Ticket 11044

Summary: submit to multiple partitions with GRES specified with patch
Product: Slurm Reporter: Bas van der Vlies <bas.vandervlies>
Component: SchedulingAssignee: Tim Wickberg <tim>
Status: OPEN --- QA Contact:
Severity: C - Contributions    
Priority: --- CC: dennis.stam, martijn.kruiten
Version: 20.11.4   
Hardware: Linux   
OS: Linux   
Site: SURF Alineos Sites: ---
Atos/Eviden Sites: --- Confidential Site: ---
Coreweave sites: --- Cray Sites: ---
DS9 clusters: --- HPCnow Sites: ---
HPE Sites: --- IBM Sites: ---
NOAA SIte: --- OCF Sites: ---
Recursion Pharma Sites: --- SFW Sites: ---
SNIC sites: --- Linux Distro: ---
Machine Name: CLE Version:
Version Fixed: Target Release: ---
DevPrio: --- Emory-Cloud Sites: ---
Attachments: multipartition gres fix
Also add patch for 20.02 version

Description Bas van der Vlies 2021-03-09 07:08:43 MST
Created attachment 18305 [details]
multipartition gres fix

At our site we have a lot of partitions for the different CPU/GPU types.

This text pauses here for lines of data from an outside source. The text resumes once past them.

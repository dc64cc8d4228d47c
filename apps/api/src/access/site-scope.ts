import type { SessionUser } from './current-user';

/** Which sites a user may read: every site, or only those granted (ids). */
export type SiteScope = 'all' | readonly number[];

/**
 * A viewer (a site's facility manager, a client) reads only the sites granted to them; anyone
 * holding another role works across all sites, so a viewer who is also a planner sees all.
 */
export function siteScope(user: Pick<SessionUser, 'roles' | 'siteIds'>): SiteScope {
  if (user.roles.some((role) => role !== 'viewer')) return 'all';
  return user.roles.includes('viewer') ? [...user.siteIds] : [];
}
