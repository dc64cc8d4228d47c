import { inspectionIntervalQuery, inspectionPlanCreate, inspectionPlanListQuery, inspectionPlanUpdate } from '@varden/schemas';
import { Router, type Response } from 'express';
import { z } from 'zod';
import { allow } from '../../access/allow';
import { signedInUser } from '../../access/current-user';
import type { AppContext } from '../../context';
import { validate } from '../../http/validate';
import { createPlan, deletePlan, getPlan, inspectionIntervalOf, listPlans, updatePlan } from './plans.service';

const idParams = z.object({ id: z.coerce.number().int().positive() });
const id = (res: Response) => (res.locals.params as z.output<typeof idParams>).id;

/** Inspection plans over HTTP. Reading them goes with reading work orders; writing needs plans:manage. */
export function planRoutes(ctx: AppContext): Router {
  const { db } = ctx;
  const router = Router();
  const read = allow('work-orders:read');
  const manage = allow('plans:manage');

  router.get('/inspection-plans', read, validate({ query: inspectionPlanListQuery }), async (_req, res) => {
    res.json(await listPlans(db, signedInUser(res), res.locals.query));
  });
  router.get('/inspection-plans/interval', read, validate({ query: inspectionIntervalQuery }), (_req, res) => {
    res.json(inspectionIntervalOf(res.locals.query));
  });
  router.post('/inspection-plans', manage, validate({ body: inspectionPlanCreate }), async (_req, res) => {
    res.status(201).json(await createPlan(db, res.locals.body));
  });
  router.get('/inspection-plans/:id', read, validate({ params: idParams }), async (_req, res) => {
    res.json(await getPlan(db, signedInUser(res), id(res)));
  });
  router.patch('/inspection-plans/:id', manage, validate({ params: idParams, body: inspectionPlanUpdate }), async (_req, res) => {
    res.json(await updatePlan(db, id(res), res.locals.body));
  });
  router.delete('/inspection-plans/:id', manage, validate({ params: idParams }), async (_req, res) => {
    await deletePlan(db, id(res));
    res.status(204).end();
  });
  return router;
}
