import type { RequestHandler } from 'express';
import { appOrigin, type Config } from '../config';
import { AppError } from '../http/app-error';

const safeMethods = new Set(['GET', 'HEAD', 'OPTIONS']);

/** The origin a request says it comes from: Origin, else the origin of Referer. */
export function requestOrigin(origin: string | undefined, referer: string | undefined): string | undefined {
  if (origin) return origin;
  if (!referer) return undefined;
  try {
    return new URL(referer).origin;
  } catch {
    return undefined;
  }
}

/**
 * Cross-site request protection (OWASP's "verifying origin with standard headers"): a
 * state-changing request must come from a page of the app's own origin. Browsers always send
 * Origin on such requests, so a missing one is refused too. With SameSite=Lax cookies this
 * closes cross-site request forgery without a token.
 */
export function originCheck(config: Config): RequestHandler {
  return (req, _res, next) => {
    if (safeMethods.has(req.method)) return next();
    const claimed = requestOrigin(req.headers.origin, req.headers.referer);
    // Read per request, so a test app that learns its port after start checks the right origin.
    if (claimed !== appOrigin(config)) throw new AppError('forbidden', 'Cross-site request refused');
    next();
  };
}
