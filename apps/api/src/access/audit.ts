import type { Executor } from './executor';
import { auditLog } from '../db/schema/index';

export interface AuditEvent {
  /** Null when the system acts (the demo seed, a job). */
  actorUserId: number | null;
  /** What happened, as area.verb, e.g. 'user.invited'. */
  action: string;
  targetType: string;
  targetId: number | null;
  details: Record<string, unknown>;
  at?: Date;
}

/**
 * Appends to the audit log. Pass the transaction that makes the change, so the change and its
 * record are written together or not at all.
 */
export async function recordAudit(db: Executor, event: AuditEvent): Promise<void> {
  await db.insert(auditLog).values({ ...event, at: event.at ?? new Date() });
}
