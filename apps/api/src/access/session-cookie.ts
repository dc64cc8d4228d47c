import { parseCookies, serializeCookie } from 'oslo/cookie';
import { appOrigin, type Config } from '../config';

export const sessionCookieName = 'varden_session';

const attributes = (config: Config) => ({
  httpOnly: true,
  sameSite: 'lax' as const,
  path: '/',
  // Read per request: the origin decides, so the same build works on http://127.0.0.1 and https.
  secure: appOrigin(config).startsWith('https:'),
});

export function sessionCookie(config: Config, token: string, expiresAt: Date): string {
  return serializeCookie(sessionCookieName, token, { ...attributes(config), expires: expiresAt });
}

export function clearedSessionCookie(config: Config): string {
  return serializeCookie(sessionCookieName, '', { ...attributes(config), maxAge: 0, expires: new Date(0) });
}

export function sessionTokenFrom(cookieHeader: string | undefined): string | undefined {
  if (!cookieHeader) return undefined;
  const token = parseCookies(cookieHeader).get(sessionCookieName);
  return token && /^[A-Za-z0-9]{20,100}$/.test(token) ? token : undefined;
}
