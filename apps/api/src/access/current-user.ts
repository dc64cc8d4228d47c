import type { Response } from 'express';
import { AppError } from '../http/app-error';
import type { Role } from './policy';

/** The signed-in person as the session middleware loaded them for this request. */
export interface SessionUser {
  id: number;
  email: string;
  name: string;
  roles: Role[];
  /** Sites granted to a viewer; see siteScope. */
  siteIds: number[];
}

export interface CurrentSession {
  sessionId: number;
  user: SessionUser;
}

// res.locals is loosely typed by Express; these accessors keep the one key and its type together.
const key = 'varden.session';

export function setCurrentSession(res: Response, session: CurrentSession | undefined): void {
  res.locals[key] = session;
}

export function currentSession(res: Response): CurrentSession | undefined {
  return res.locals[key] as CurrentSession | undefined;
}

/** The user behind a route that allow() already guarded; throws if the route forgot to. */
export function signedInUser(res: Response): SessionUser {
  const session = currentSession(res);
  if (!session) throw new AppError('unauthenticated', 'Sign in to continue.');
  return session.user;
}
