import type { Database } from '../db/client';

/**
 * The database or a transaction on it, so the access repositories work inside either.
 * (A general helper: it can move to db/ when other areas need it.)
 */
export type Executor = Database | Parameters<Parameters<Database['transaction']>[0]>[0];
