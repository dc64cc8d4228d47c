import { ratedCapacitanceUF, reactorInductanceMH, type Connection } from '@varden/engineering';
import type { AppContext } from '../context';
import { eq } from 'drizzle-orm';
import { banks, capacitorUnits, contactors, fuseSets, reactors, sites, steps, users, viewerSiteGrants } from '../db/schema/index';
import { demoViewerSites } from '../modules/users/demo-accounts';
import { prepareUnitValues } from '../modules/register/units.service';

/**
 * The demo register (../shared/demo-scenario.md): Korvel Field Services' three client sites.
 * Every name, serial and date is invented.
 */

interface BankPlan {
  name: string;
  location: string;
  commissionedOn: string;
  detuningFactor: number | null;
  steps: number;
  stepKvar: number;
  /** Capacitor units per step and each one's nameplate. */
  units: { count: number; kvar: number; voltageV: number; serialPrefix: string; maker: string; model: string; temperatureCategory: string };
  contactorRatedOperations: number;
  /** Operations already counted when each step's contactor was fitted. */
  contactorCounterAtInstall: number;
  fuseA: number;
  reactorRatedCurrentA: number | null;
}

interface SitePlan {
  site: typeof sites.$inferInsert;
  banks: BankPlan[];
}

export const demoSites: SitePlan[] = [
  {
    site: {
      name: 'Alder Quay Cold Store',
      address: 'Berth 4, Alder Quay Industrial Estate',
      voltageV: 400,
      frequencyHz: 50,
      transformerKva: 1600,
      transformerImpedancePct: 6,
      targetPf: 0.95,
      tariffBasis: 'tan-phi-limit',
      tariffLimit: 0.4,
      pricePerKvarh: 0.018,
      currency: 'EUR',
      timeZone: 'Europe/Dublin',
      plannedLoadKw: 620,
      plannedLoadPf: 0.78,
    },
    banks: [
      {
        name: 'Bank A',
        location: 'Main switchroom, panel MS-3',
        commissionedOn: '2021-05-17',
        detuningFactor: 0.07,
        steps: 6,
        stepKvar: 50,
        units: { count: 2, kvar: 28, voltageV: 440, serialPrefix: 'AQ-A', maker: 'Thornfield Capacitors', model: 'TF-440/28', temperatureCategory: '-25/D' },
        contactorRatedOperations: 100_000,
        contactorCounterAtInstall: 0,
        fuseA: 125,
        reactorRatedCurrentA: 80,
      },
      {
        name: 'Bank B',
        location: 'Plant room 2',
        commissionedOn: '2019-09-02',
        detuningFactor: null,
        steps: 4,
        stepKvar: 25,
        units: { count: 1, kvar: 25, voltageV: 400, serialPrefix: 'AQ-B', maker: 'Thornfield Capacitors', model: 'TF-400/25', temperatureCategory: '-25/D' },
        contactorRatedOperations: 100_000,
        contactorCounterAtInstall: 0,
        fuseA: 63,
        reactorRatedCurrentA: null,
      },
    ],
  },
  {
    site: {
      name: 'Brinmoor Pumping Station',
      address: 'Brinmoor Lane, Lower Weir',
      voltageV: 400,
      frequencyHz: 50,
      transformerKva: 1000,
      transformerImpedancePct: 6,
      targetPf: 0.9,
      tariffBasis: 'pf-threshold',
      tariffLimit: 0.9,
      pricePerKvarh: 0.021,
      currency: 'EUR',
      timeZone: 'Europe/Dublin',
      plannedLoadKw: 410,
      plannedLoadPf: 0.74,
    },
    banks: [
      {
        name: 'Pump hall bank',
        location: 'Pump hall MCC room',
        commissionedOn: '2020-03-09',
        detuningFactor: 0.14,
        steps: 5,
        stepKvar: 40,
        units: { count: 1, kvar: 49.5, voltageV: 480, serialPrefix: 'BM', maker: 'Keswell Electric', model: 'KE-480/50', temperatureCategory: '-25/D' },
        contactorRatedOperations: 100_000,
        contactorCounterAtInstall: 0,
        fuseA: 100,
        reactorRatedCurrentA: 70,
      },
    ],
  },
  {
    site: {
      name: 'Castellan Polymers, Plant 2',
      address: '2200 Resin Way, Castellan Park',
      voltageV: 480,
      frequencyHz: 60,
      transformerKva: 1250,
      transformerImpedancePct: 6,
      targetPf: 0.95,
      tariffBasis: 'pf-threshold',
      tariffLimit: 0.95,
      pricePerKvarh: 0.012,
      currency: 'USD',
      timeZone: 'America/Chicago',
      plannedLoadKw: 880,
      plannedLoadPf: 0.8,
    },
    banks: [
      {
        name: 'Extruder bank',
        location: 'Extrusion hall, north wall',
        commissionedOn: '2018-11-12',
        detuningFactor: null,
        steps: 8,
        stepKvar: 50,
        units: { count: 1, kvar: 50, voltageV: 480, serialPrefix: 'CP', maker: 'Keswell Electric', model: 'KE-480/50-60', temperatureCategory: '-25/C' },
        contactorRatedOperations: 200_000,
        contactorCounterAtInstall: 0,
        fuseA: 100,
        reactorRatedCurrentA: null,
      },
    ],
  },
];

export async function seedDemoRegister(ctx: AppContext): Promise<void> {
  const { db } = ctx;
  await db.transaction(async (tx) => {
    for (const plan of demoSites) {
      const [site] = await tx.insert(sites).values(plan.site).$returningId();
      for (const b of plan.banks) {
        const [bank] = await tx
          .insert(banks)
          .values({
            siteId: site!.id,
            name: b.name,
            location: b.location,
            controllerTargetPf: plan.site.targetPf,
            detuned: b.detuningFactor !== null,
            detuningFactor: b.detuningFactor,
            commissionedOn: b.commissionedOn,
          })
          .$returningId();
        for (let n = 1; n <= b.steps; n++) {
          const [step] = await tx.insert(steps).values({ bankId: bank!.id, number: n, ratedKvar: b.stepKvar }).$returningId();
          const nameplate = {
            nameplateKvar: b.units.kvar,
            nameplateVoltageV: b.units.voltageV,
            nameplateFrequencyHz: plan.site.frequencyHz as 50 | 60,
            connection: 'delta' as Connection,
          };
          for (let position = 1; position <= b.units.count; position++) {
            await tx.insert(capacitorUnits).values({
              stepId: step!.id,
              position,
              ...prepareUnitValues({
                ...nameplate,
                capacitanceUF: null,
                tolerancePreset: 'iec',
                temperatureCategory: b.units.temperatureCategory,
                dischargeTimeS: 180,
                serial: `${b.units.serialPrefix}-${String(n).padStart(2, '0')}${String(position).padStart(1, '0')}-${2400 + n * 7 + position}`,
                maker: b.units.maker,
                model: b.units.model,
                installedOn: b.commissionedOn,
              }),
            });
          }
          await tx.insert(contactors).values({
            stepId: step!.id,
            ratedOperations: b.contactorRatedOperations,
            counterAtInstall: b.contactorCounterAtInstall,
            maker: 'Harrowgate Switchgear',
            model: 'HS-C6b',
            installedOn: b.commissionedOn,
          });
          await tx.insert(fuseSets).values({ stepId: step!.id, ratedCurrentA: b.fuseA, type: 'gG', installedOn: b.commissionedOn });
          if (b.detuningFactor !== null && b.reactorRatedCurrentA !== null) {
            // The reactor is sized for the step's capacitors in parallel: L = p / (ω²·3·C_Δ).
            const legUF =
              ratedCapacitanceUF({ kvar: b.units.kvar, voltageV: b.units.voltageV, frequencyHz: plan.site.frequencyHz, connection: 'delta' }) *
              b.units.count;
            await tx.insert(reactors).values({
              stepId: step!.id,
              inductanceMH: reactorInductanceMH({ detuningFactor: b.detuningFactor, legsUF: [legUF, legUF, legUF], frequencyHz: plan.site.frequencyHz }),
              ratedCurrentA: b.reactorRatedCurrentA,
              detuningFactor: b.detuningFactor,
              maker: 'Ostrand Magnetics',
              model: `OM-${Math.round(b.detuningFactor * 100)}`,
              installedOn: b.commissionedOn,
            });
          }
        }
      }
    }
  });
}

/** Grants each demo viewer (a client's facility manager) the site they look after. */
export async function grantDemoViewerSites(ctx: AppContext): Promise<void> {
  for (const [email, siteName] of Object.entries(demoViewerSites)) {
    const [user] = await ctx.db.select({ id: users.id }).from(users).where(eq(users.email, email));
    const [site] = await ctx.db.select({ id: sites.id }).from(sites).where(eq(sites.name, siteName));
    if (user && site) await ctx.db.insert(viewerSiteGrants).ignore().values({ userId: user.id, siteId: site.id });
  }
}
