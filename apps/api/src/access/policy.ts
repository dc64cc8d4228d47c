import { permissions, roles, type Permission, type Role } from '@varden/schemas';

export type { Permission, Role };

/** Who holds a permission: nobody needs to sign in, any signed-in role, or the roles listed. */
type Holders = 'anyone' | 'signed-in' | readonly Role[];

const everyRole = roles;

/**
 * The one place that says which role may do what (roles as in product.md). Routes declare a
 * permission with allow(); services add the finer rules (a viewer's sites, a technician's own
 * orders). Separation of duties: the people who plan and perform work do not sign it off, and
 * administrators manage people, settings and the register, but do not plan, perform or sign
 * off work.
 */
export const policy: Readonly<Record<Permission, Holders>> = {
  public: 'anyone',
  'signed-in': 'signed-in',
  'users:manage': ['admin'],
  'audit-log:read': ['admin'],
  'settings:manage': ['admin'],
  /** Viewers read only the sites granted to them (siteScope). */
  'register:read': everyRole,
  /** Administrators too: product.md has them keep PF targets and tariff bases, which live on sites. */
  'register:write': ['planner', 'admin'],
  'plans:manage': ['planner'],
  'work-orders:read': everyRole,
  'work-orders:schedule': ['planner'],
  'work-orders:perform': ['technician'],
  'work-orders:review': ['supervisor'],
  'reports:read': everyRole,
};

/** Whether someone with these roles (none when signed out) holds the permission. */
export function can(userRoles: readonly Role[] | undefined, permission: Permission): boolean {
  const holders = policy[permission];
  if (holders === 'anyone') return true;
  if (!userRoles || userRoles.length === 0) return false;
  if (holders === 'signed-in') return true;
  return userRoles.some((role) => holders.includes(role));
}

/** Whether a permission needs a signed-in user at all. */
export function needsSignIn(permission: Permission): boolean {
  return policy[permission] !== 'anyone';
}

/** Everything a user with these roles may do; /api/auth/me sends it to the web. */
export function permissionsOf(userRoles: readonly Role[]): Permission[] {
  return permissions.filter((permission) => can(userRoles, permission));
}
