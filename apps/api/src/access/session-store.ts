import { and, eq, lt, ne, or, sql } from 'drizzle-orm';
import type { Executor } from './executor';
import type { Database } from '../db/client';
import { perDatabase } from '../db/prepared';
import { sessions, userRoles, users, viewerSiteGrants } from '../db/schema/index';
import type { Role } from './policy';

/** The SQL side of sessions. Only token hashes reach this file. */

export interface NewSession {
  tokenHash: string;
  userId: number;
  now: Date;
  expiresAt: Date;
  ip: string | null;
  userAgent: string | null;
}

export async function insertSession(db: Executor, s: NewSession): Promise<number> {
  const [created] = await db
    .insert(sessions)
    .values({
      tokenHash: s.tokenHash,
      userId: s.userId,
      createdAt: s.now,
      lastSeenAt: s.now,
      expiresAt: s.expiresAt,
      ip: s.ip?.slice(0, 45) ?? null,
      userAgent: s.userAgent?.slice(0, 300) ?? null,
    })
    .$returningId();
  return created!.id;
}

export interface SessionRecord {
  sessionId: number;
  lastSeenAt: Date;
  expiresAt: Date;
  user: { id: number; email: string; name: string; active: boolean; roles: Role[] };
}

const sessionLookup = perDatabase((db) =>
  db
    .select({
      sessionId: sessions.id,
      lastSeenAt: sessions.lastSeenAt,
      expiresAt: sessions.expiresAt,
      userId: users.id,
      email: users.email,
      name: users.name,
      active: users.active,
      roles: sql<string | null>`(SELECT GROUP_CONCAT(${userRoles.role}) FROM ${userRoles} WHERE ${userRoles.userId} = ${users.id})`,
    })
    .from(sessions)
    .innerJoin(users, eq(users.id, sessions.userId))
    .where(eq(sessions.tokenHash, sql.placeholder('tokenHash')))
    .prepare(),
);

/** The session with its user and roles in one round trip. */
export async function findSession(db: Database, tokenHash: string): Promise<SessionRecord | undefined> {
  const [row] = await sessionLookup(db).execute({ tokenHash });
  if (!row) return undefined;
  return {
    sessionId: row.sessionId,
    lastSeenAt: row.lastSeenAt,
    expiresAt: row.expiresAt,
    user: {
      id: row.userId,
      email: row.email,
      name: row.name,
      active: row.active,
      roles: row.roles ? (row.roles.split(',') as Role[]) : [],
    },
  };
}

export async function grantedSiteIds(db: Executor, userId: number): Promise<number[]> {
  const rows = await db
    .select({ siteId: viewerSiteGrants.siteId })
    .from(viewerSiteGrants)
    .where(eq(viewerSiteGrants.userId, userId))
    .orderBy(viewerSiteGrants.siteId);
  return rows.map((r) => r.siteId);
}

export async function touchSession(db: Executor, sessionId: number, now: Date): Promise<void> {
  await db.update(sessions).set({ lastSeenAt: now }).where(eq(sessions.id, sessionId));
}

export async function deleteSession(db: Executor, sessionId: number): Promise<void> {
  await db.delete(sessions).where(eq(sessions.id, sessionId));
}

/** Ends every session of a user, or every other one when `exceptSessionId` is given. */
export async function deleteSessionsOfUser(db: Executor, userId: number, exceptSessionId?: number): Promise<void> {
  await db
    .delete(sessions)
    .where(and(eq(sessions.userId, userId), exceptSessionId === undefined ? undefined : ne(sessions.id, exceptSessionId)));
}

/** Removes sessions past their absolute or idle expiry; for a periodic job. */
export async function deleteExpiredSessions(db: Executor, now: Date, idleMinutes: number): Promise<void> {
  const idleSince = new Date(now.getTime() - idleMinutes * 60_000);
  await db.delete(sessions).where(or(lt(sessions.expiresAt, now), lt(sessions.lastSeenAt, idleSince)));
}
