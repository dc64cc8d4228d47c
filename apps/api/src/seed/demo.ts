import type { AppContext } from '../context';
import { bumpReadRevision } from '../db/read-cache';
import { seedMarker } from '../db/schema/index';
import { seedDemoAccounts } from '../modules/users/demo-accounts';
import { grantDemoViewerSites, seedDemoRegister } from './demo-register';
import { seedDemoWork } from './demo-work';

/**
 * Seeds the invented demo scenario (../shared/demo-scenario.md) once, into a database that has
 * never been seeded. Each area of the product adds its part here, in dependency order.
 */
const seedParts: Array<(ctx: AppContext) => Promise<void>> = [seedDemoAccounts, seedDemoRegister, grantDemoViewerSites, seedDemoWork];

export async function seedDemoIfEmpty(ctx: AppContext): Promise<boolean> {
  const done = await ctx.db.select().from(seedMarker).limit(1);
  if (done.length > 0) return false;
  for (const part of seedParts) await part(ctx);
  await ctx.db.insert(seedMarker).values({ id: 1, seededAt: new Date() });
  // Written outside the API: no answer stored before the seed may be served after it.
  await bumpReadRevision(ctx.db);
  return true;
}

So to make it easy for the user we have written a job_submit.lua script that submit to all cpu partitions or gpu partitions.  But this fails when we make use of GRES specification.

In this cluster we do not have GPU so i defined a GRES type:
 * cpu_type

We have defined 2 no consumble flagcount only GRES:
 * e5_2650_v1 
 * e5_2650_v2

two partitions:
 * cpu_e5_2650_v1 --> 1 node
 * cpu_e5_2650_v2 --> 1 node

The last partition checked is `cpu_e5_2650_v2`. This important for this example.

No we submit a job that require GRES `e5_2650_v1`:
 * srun --exclusive  --gres=cpu_type:e5_2650_v1 --pty /bin/bash 
 * second job with the same GRES type fails with:
```
srun: error: Unable to allocate resources: Requested node configuration is not available
``` 

When we use the other GRES type `e5_2650_v2` the second job is queued as I would expect also for the above example. So the error code of the last partition determines the error code.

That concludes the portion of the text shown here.